● TASK DIRECTIONS: Filter these entries down to lines holding "operands".

++++

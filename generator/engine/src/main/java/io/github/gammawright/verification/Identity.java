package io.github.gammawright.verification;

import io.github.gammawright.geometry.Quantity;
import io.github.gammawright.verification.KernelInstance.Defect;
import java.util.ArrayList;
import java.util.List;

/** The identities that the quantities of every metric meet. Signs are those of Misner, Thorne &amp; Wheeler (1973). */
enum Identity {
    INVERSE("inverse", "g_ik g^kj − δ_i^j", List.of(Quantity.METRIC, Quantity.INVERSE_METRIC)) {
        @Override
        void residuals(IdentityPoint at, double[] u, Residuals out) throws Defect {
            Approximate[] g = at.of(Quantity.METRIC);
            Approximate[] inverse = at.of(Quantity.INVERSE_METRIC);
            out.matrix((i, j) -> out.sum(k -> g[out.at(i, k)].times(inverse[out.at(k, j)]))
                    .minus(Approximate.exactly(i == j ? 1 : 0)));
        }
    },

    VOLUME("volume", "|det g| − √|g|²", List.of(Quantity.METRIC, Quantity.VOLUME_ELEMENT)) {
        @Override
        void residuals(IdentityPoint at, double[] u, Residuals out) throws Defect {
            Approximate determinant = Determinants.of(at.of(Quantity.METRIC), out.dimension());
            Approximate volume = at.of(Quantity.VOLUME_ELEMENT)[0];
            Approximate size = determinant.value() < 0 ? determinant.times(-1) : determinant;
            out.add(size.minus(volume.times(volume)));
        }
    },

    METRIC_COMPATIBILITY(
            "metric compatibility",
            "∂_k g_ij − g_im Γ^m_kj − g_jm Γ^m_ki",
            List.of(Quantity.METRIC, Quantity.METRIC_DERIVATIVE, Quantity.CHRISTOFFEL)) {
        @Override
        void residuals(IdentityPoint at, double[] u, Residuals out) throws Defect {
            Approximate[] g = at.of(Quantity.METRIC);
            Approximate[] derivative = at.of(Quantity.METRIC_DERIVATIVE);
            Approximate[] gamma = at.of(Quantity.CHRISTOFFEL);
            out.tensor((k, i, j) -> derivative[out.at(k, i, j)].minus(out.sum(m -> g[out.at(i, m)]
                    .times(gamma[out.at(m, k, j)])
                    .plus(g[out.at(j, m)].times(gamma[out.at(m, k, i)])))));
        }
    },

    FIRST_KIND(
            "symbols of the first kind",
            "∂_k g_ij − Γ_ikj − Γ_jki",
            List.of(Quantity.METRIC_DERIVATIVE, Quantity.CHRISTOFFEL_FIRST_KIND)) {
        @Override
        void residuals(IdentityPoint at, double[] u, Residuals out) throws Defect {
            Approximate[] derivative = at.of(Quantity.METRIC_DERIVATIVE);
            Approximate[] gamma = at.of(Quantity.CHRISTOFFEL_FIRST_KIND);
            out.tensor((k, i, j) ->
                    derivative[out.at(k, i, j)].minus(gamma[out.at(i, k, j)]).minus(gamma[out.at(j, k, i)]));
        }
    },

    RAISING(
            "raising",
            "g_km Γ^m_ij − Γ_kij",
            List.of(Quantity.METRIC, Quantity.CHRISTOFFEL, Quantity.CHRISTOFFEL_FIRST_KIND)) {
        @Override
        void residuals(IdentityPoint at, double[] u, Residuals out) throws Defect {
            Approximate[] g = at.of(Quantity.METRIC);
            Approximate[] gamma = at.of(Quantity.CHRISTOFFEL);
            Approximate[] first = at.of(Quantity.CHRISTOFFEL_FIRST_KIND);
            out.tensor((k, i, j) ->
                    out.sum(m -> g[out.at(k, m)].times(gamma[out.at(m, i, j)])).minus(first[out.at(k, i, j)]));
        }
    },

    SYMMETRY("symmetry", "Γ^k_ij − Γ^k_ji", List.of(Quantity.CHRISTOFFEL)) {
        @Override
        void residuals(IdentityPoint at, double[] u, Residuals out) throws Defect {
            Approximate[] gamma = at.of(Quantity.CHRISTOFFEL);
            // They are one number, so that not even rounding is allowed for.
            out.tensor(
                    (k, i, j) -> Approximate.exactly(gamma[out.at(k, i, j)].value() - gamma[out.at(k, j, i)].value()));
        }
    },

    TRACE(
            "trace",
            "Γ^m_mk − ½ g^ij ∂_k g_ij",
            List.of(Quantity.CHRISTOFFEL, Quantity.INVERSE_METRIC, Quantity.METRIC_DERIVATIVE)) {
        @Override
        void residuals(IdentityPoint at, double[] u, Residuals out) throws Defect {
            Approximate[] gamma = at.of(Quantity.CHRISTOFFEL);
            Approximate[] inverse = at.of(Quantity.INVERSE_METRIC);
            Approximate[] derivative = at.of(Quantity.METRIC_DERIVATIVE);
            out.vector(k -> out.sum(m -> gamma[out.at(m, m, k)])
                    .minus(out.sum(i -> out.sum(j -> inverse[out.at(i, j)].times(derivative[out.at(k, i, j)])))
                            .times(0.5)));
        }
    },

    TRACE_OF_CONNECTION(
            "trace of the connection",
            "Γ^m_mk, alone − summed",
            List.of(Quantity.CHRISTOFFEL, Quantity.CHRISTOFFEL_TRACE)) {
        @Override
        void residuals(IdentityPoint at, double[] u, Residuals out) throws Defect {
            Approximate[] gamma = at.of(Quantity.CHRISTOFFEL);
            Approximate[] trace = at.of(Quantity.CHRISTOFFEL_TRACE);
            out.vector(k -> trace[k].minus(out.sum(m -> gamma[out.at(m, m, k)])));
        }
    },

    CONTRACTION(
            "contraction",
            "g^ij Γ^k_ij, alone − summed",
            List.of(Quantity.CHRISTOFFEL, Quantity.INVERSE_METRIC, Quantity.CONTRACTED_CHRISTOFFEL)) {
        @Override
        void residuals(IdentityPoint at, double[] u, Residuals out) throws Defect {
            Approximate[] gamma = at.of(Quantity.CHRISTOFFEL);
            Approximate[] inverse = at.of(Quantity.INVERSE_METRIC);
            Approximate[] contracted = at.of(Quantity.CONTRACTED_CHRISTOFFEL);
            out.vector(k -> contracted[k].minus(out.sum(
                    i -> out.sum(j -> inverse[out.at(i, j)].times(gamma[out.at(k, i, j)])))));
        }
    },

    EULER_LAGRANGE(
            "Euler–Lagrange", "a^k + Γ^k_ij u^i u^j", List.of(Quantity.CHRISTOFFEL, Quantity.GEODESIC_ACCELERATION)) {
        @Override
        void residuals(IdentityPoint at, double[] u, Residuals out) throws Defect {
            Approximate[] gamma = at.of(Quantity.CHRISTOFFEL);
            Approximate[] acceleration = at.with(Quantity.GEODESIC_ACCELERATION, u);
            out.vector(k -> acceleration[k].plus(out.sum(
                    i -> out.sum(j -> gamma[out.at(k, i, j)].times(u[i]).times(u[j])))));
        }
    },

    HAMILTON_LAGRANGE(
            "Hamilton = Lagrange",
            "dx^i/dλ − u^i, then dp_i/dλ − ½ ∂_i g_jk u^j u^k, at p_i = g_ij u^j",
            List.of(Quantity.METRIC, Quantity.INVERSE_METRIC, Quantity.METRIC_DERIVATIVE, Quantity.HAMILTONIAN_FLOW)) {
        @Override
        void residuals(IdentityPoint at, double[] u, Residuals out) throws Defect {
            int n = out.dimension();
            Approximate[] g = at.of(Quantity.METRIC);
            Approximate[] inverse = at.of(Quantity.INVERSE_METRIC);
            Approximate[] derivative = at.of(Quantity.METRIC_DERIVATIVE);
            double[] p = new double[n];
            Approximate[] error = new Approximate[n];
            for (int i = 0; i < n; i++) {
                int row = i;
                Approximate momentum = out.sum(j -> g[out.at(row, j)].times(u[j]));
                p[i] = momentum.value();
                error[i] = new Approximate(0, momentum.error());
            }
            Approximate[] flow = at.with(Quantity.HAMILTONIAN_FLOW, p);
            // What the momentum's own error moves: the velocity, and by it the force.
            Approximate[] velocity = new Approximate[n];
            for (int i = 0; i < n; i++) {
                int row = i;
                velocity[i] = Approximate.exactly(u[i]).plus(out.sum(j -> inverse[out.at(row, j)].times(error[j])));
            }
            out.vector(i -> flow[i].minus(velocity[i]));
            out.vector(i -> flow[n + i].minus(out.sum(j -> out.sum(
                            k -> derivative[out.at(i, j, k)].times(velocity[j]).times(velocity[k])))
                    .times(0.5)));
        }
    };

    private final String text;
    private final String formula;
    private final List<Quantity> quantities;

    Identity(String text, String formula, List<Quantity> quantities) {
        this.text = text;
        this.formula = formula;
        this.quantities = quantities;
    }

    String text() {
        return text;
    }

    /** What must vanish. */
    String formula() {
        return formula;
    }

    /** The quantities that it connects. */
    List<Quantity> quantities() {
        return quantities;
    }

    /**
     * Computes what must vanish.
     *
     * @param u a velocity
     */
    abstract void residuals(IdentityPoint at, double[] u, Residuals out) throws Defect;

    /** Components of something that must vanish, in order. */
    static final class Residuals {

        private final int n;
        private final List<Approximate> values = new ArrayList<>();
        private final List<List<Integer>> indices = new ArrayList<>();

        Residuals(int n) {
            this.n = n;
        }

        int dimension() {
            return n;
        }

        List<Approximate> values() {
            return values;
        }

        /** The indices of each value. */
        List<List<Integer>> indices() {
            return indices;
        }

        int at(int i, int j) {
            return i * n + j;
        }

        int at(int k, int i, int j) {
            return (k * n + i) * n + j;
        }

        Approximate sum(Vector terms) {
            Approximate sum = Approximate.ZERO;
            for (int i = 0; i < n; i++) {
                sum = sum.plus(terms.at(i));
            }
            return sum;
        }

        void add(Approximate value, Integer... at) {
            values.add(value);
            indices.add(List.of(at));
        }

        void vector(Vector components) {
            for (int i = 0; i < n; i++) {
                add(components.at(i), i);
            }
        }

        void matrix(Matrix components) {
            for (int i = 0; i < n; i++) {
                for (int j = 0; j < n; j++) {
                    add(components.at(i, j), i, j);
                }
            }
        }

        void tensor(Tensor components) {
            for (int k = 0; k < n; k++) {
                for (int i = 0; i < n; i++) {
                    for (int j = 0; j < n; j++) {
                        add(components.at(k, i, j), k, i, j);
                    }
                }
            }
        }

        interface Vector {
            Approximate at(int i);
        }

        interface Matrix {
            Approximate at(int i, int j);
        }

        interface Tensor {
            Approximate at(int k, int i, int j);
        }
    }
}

++++

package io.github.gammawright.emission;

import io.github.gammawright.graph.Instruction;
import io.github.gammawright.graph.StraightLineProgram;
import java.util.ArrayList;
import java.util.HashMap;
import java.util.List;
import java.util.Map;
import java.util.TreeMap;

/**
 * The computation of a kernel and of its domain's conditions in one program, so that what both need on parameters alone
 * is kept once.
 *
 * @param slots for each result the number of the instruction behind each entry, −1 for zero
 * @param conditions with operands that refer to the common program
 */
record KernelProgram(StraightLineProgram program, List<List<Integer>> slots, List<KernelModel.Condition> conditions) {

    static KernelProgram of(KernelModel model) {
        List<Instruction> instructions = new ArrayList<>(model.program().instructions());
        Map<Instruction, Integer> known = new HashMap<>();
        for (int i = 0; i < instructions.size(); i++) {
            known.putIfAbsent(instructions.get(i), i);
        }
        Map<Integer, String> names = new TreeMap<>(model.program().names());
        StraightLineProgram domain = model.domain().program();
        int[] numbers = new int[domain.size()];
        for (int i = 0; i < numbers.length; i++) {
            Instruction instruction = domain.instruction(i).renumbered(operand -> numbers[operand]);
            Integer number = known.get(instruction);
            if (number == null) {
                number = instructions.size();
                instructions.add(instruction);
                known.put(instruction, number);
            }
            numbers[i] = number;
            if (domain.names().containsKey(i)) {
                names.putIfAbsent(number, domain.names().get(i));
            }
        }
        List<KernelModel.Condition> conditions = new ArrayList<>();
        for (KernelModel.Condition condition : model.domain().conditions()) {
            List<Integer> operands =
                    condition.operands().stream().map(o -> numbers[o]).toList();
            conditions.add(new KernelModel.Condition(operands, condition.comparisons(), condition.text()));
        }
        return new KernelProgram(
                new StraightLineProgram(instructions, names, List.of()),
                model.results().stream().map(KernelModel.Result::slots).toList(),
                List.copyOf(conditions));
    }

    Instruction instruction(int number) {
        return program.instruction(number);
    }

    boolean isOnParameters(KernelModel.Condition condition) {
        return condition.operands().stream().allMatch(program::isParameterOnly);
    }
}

++++

● OUTPUT FOR THIS TASK:
 * @param conditions with operands that refer to the common program
            List<Integer> operands =
                    condition.operands().stream().map(o -> numbers[o]).toList();
            conditions.add(new KernelModel.Condition(operands, condition.comparisons(), condition.text()));
        return condition.operands().stream().allMatch(program::isParameterOnly);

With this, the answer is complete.